The report presented by the Roosevelt Institute evaluates three different variations of Basic Income, $1000 a month to all adults, $500 a month to all adults, and a $250 a month child allowance. The researchers also analyzed two different types of funding, increasing the federal debt and increasing taxes on households. The model is designed considering an eight year time period and Basic Income is progressively introduced throughout that period.

 

From their models of the three scenarios, the researchers conclude that, if funded by increasing the federal debt, each Basic Income policy would have a result of economic growth, the $250 child allowance would increase the GDP by 0.79%, while the $1,000 per adult would increase the GDP by 12.56%. When the Basic Income is financed by household taxes, the model forecasts no effect on the economy if the program was simply giving “ with one hand what it takes away with the other”. However, if the model is adapted using what the researchers call a “distributional model”, it forecasts a beneficial effect on economic growth. As the researchers describe it, “the distributional model incorporates the idea that an extra dollar in the hands of lower income households leads to higher spending. In other words, the households that pay more in taxes than they receive in cash assistance have a low propensity to consume, and those that receive more in assistance than they pay in taxes have a high propensity to consume.” The general idea is that lower income brackets tend to spend everything they earn, therefore consuming more, and higher income brackets tend to save part of their earnings, therefore, consuming less in relation to their potential as consumers. Therefore, if you take from the rich to give to the poor, the money will be flowing more than when it is simply accumulated by the few, and in this way, the economy will grow. The researchers (and this is the official position of the Roosevelt Institute as well) assume that our economy is “not currently operating near potential output” and this is so partly because of current gaping inequality, which is “one of the main reasons why the US economy faces the prospect of secular stagnation”.

 

Besides assuming that the economy could be preforming better, the model used also incorporates two microeconomic assumptions: “(1) unconditional cash transfers do not reduce household labor supply; and (2) increasing government revenue by increasing taxes levied on households does not change household behavior.” These assumptions have been promptly criticized in the media.

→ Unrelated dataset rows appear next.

@st.composite
def sweep_case(draw) -> CommandCase:
    """``losslane sweep PLAN --workers 0`` of a valid plan."""
    plan, files, cases = draw(
        st.one_of(section_plan(), section_plan(), layer_plan(), scenario_plan())
    )
    files = dict(files)
    files["plan.toml"] = toml_text(plan)
    out = draw(st.sampled_from(["table.parquet", "table.csv"]))
    argv = ["sweep", "{dir}/plan.toml", "--workers", "0", "--out", f"{{dir}}/{out}", "--json"]
    if draw(st.integers(0, 2)):
        argv.append("--no-plots")
    return CommandCase(argv, files, ("plan",), True, "valid", cases=cases)


#: plan keys whose removal is a "missing" error
PLAN_REQUIRED = {("vary",), ("base", "kind"), ("results", "at")}


@st.composite
def broken_sweep_case(draw) -> CommandCase:
    """A valid sweep plan with one thing broken (a required key removed, a value replaced
    by a hostile one, an unknown key, a section of the wrong type), or a bad option."""
    from hostile_strategies import EXTREME

    plan, files, cases = draw(st.one_of(section_plan(), layer_plan(), scenario_plan()))
    plan = copy.deepcopy(plan)
    how = draw(st.sampled_from(["remove", "replace", "replace", "unknown", "section", "option"]))
    paths = _paths(plan)
    key = "plan"
    out = "{dir}/table.parquet"
    workers = "0"
    if how == "remove":
        required = [p for p in paths if p in PLAN_REQUIRED]
        if required:
            path = draw(st.sampled_from(required))
            del _get(plan, path[:-1])[path[-1]]
            key = _leaf_key(path)
        else:
            how = "replace"
    if how == "replace":
        leaves = [p for p in paths if not isinstance(_get(plan, p), (dict, list))]
        leaves += [p for p in paths if isinstance(_get(plan, p), list)]
        path = draw(st.sampled_from(leaves))
        _get(plan, path[:-1])[path[-1]] = draw(
            st.one_of(
                HOSTILE,
                EXTREME,
                st.sampled_from(
                    [["1 mil", 3], [[1]], [{}], {"start": "1 mil"}, {"nominal": "x"}, ["nope"]]
                ),
            )
        )
        key = _leaf_key(path)
    elif how == "unknown":
        tables = [p for p in paths if isinstance(_get(plan, p), dict)] + [()]
        path = draw(st.sampled_from(tables))
        bad = draw(st.sampled_from(["widht", "zz", "Kind", "resluts"]))
        _get(plan, path)[bad] = "1 mil"
        key = bad
    elif how == "section":
        key = draw(
            st.sampled_from(
                [
                    "vary",
                    "results",
                    "base",
                    "together",
                    "library",
                    "stackup",
                    "samples",
                    "seed",
                    "combine",
                    "chunk",
                    "workers",
                    "scheduler",
                ]
            )
        )
        plan[key] = draw(st.sampled_from([3, "x", [], [1], {}, True, -1]))
    elif how == "option":
        which = draw(st.sampled_from(["out", "workers"]))
        key = f"--{which}"
        if which == "out":
            out = draw(
                st.sampled_from(["{dir}/t.txt", "{dir}/no/such/t.csv", "", "{dir}", "/proc/t.csv"])
            )
        else:
            workers = draw(st.sampled_from(["-1", "x", "1.5"]))
    files = dict(files)
    files["plan.toml"] = toml_text(plan)
    argv = ["sweep", "{dir}/plan.toml", "--workers", workers, "--out", out, "--json", "--no-plots"]
    keys = (key, key.rstrip("s")) if key.endswith("s") else (key,)  # "layers": "layer #2"
    return CommandCase(argv, files, keys, False, how)
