ResponseFit fit_response(const GainData& raw, const ResponseFitOptions& options) {
    if (const std::string why = options.validate(); !why.empty()) throw FitInputError("response fit: " + why);
    const GainData data = prepare_gain_data(raw);
    if (options.model != "auto") {
        const RationalOrder order = RationalOrder::parse(options.model);
        require_enough_points(data, order);
        ResponseFit fit = fit_order(data, order, options.confidence);
        fit.notes.insert(fit.notes.begin(), fmt::format("model {} as requested", order.name()));
        return fit;
    }
    std::vector<RationalOrder> candidates;
    for (int l = 0; l <= options.max_low_poles; ++l)
        for (int z = 0; z <= std::min(l, 2); ++z)
            for (int h = 0; h <= options.max_high_poles; ++h)
                for (int c = 0; c <= (h >= 2 ? 1 : 0); ++c)
                    candidates.push_back({l, z, h - 2 * c, c});
    std::optional<ResponseFit> best;
    double best_ic = INFINITY;
    std::vector<std::pair<std::string, double>> table;
    for (const RationalOrder& order : candidates) {
        const auto params = static_cast<std::size_t>(order.parameter_count());
        if (data.points.size() < params || data.points.size() * (data.has_phase ? 2 : 1) <= params) continue;
        ResponseFit fit = fit_order(data, order, options.confidence);
        const double ic = fit.usable() ? information_criterion(fit.report, data.has_sd) : NAN;
        table.emplace_back(order.name(), ic);
        if ((fit.usable() && ic < best_ic) || !best) {
            if (fit.usable()) best_ic = ic;
            if (fit.usable() || !best) best = std::move(fit);
        }
    }
    if (!best)
        throw FitInputError(fmt::format("{}: {} points are too few for any rational model",
                                        data.origin.empty() ? "gain points" : data.origin, data.points.size()));
    best->candidates = std::move(table);
    best->notes.insert(best->notes.begin(), fmt::format("model {} chosen by BIC among {} candidates", best->order.name(),
                                                        best->candidates.size()));
    return std::move(*best);
}

std::complex<double> ResponseFit::response(double freq_hz) const {
    const std::vector<double> p = report.values();
    return std::exp(rational_log_response(order, sign, p.data(), freq_hz));
}

std::string ResponseFit::brief() const {
    std::string s = fmt::format("{} {}", order.name(), to_string(report.status));
    if (report.status == FitStatus::diverged) return s + ": " + report.message;
    s += fmt::format(": midband {:.3f} dB [{:.3f}, {:.3f}]", midband_gain_db.value, midband_gain_db.ci_low,
                     midband_gain_db.ci_high);
    if (f_low_hz.present)
        s += fmt::format(", f_low {:.4g} Hz [{:.4g}, {:.4g}]", f_low_hz.value, f_low_hz.ci_low, f_low_hz.ci_high);
    else
        s += ", f_low not reached";
    if (f_high_hz.present)
        s += fmt::format(", f_high {:.4g} Hz [{:.4g}, {:.4g}]", f_high_hz.value, f_high_hz.ci_low, f_high_hz.ci_high);
    else
        s += ", f_high not reached";
    if (inverting) s += *inverting ? ", inverting" : ", non-inverting";
    s += fmt::format(", reduced chi-square {:.3g}", report.chi2_reduced);
    return s;
}

}  // namespace ampbench::fit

However, the researchers themselves are aware that the assumptions are contentious, and have thus sought to establish them with evidence. They base assumption (1) on a survey of experiments done by Ionana Marinescu in a paper entitled “No Strings Attached: The Behavioral Effects of U.S. Unconditional Tax Transfer Programs” that estimates the microeconomic behavioral impact, using several experimental designs, results in labor supply remaining unchanged. Regarding assumption (2), the idea that increasing taxes does not change household behavior, the researchers assume that since the tax increase is progressive, the most affected households are the higher income brackets who tend to save and “hoard” money, so to speak, so they would save less but not change their consuming behavior in a drastic way. In order to justify this assumption, they use data from the Congressional Budget Office.

 

The report concludes that the researchers’ aim is not to have the final word on how to model the macroeconomic impacts of Basic Income but, instead, simply to have applied a valid model, which has done a reasonably good job of explaining macroeconomic effects so far, and used it to predict the effects of three Basic Income variations; on this model, the introduction of a Basic Income with a distributional component would mostly result in economic growth.

 

 

More Information:

 

Michalis Nikiforos, Marshall Steinbaum, Gennaro Zezza, “Modeling the Macroeconomic Effects of a Universal Basic Income”, The Roosevelt Institute, August 29th, 2017

Rakeen Mabud, Felicia Wong, “Starting the Conversation: The Economics of a Universal Basic Income”, The Roosevelt Institute, August 31st, 2017

The Distribution of Household Income and Federal Taxes, 2013”, Congressional Budget Office, 2016

Ioana Marinescu, “No Strings Attached The Behavioral Effects of U.S. Unconditional Cash Transfer Programs”, The Roosevelt Institute, May 11th, 2017

 

Philippe Van Parijs and Yannick Vanderborght, “Basic income and the freedom to lead a good life”

Philippe Van Parijs and Yannick Vanderborght, “Basic income and the freedom to lead a good life”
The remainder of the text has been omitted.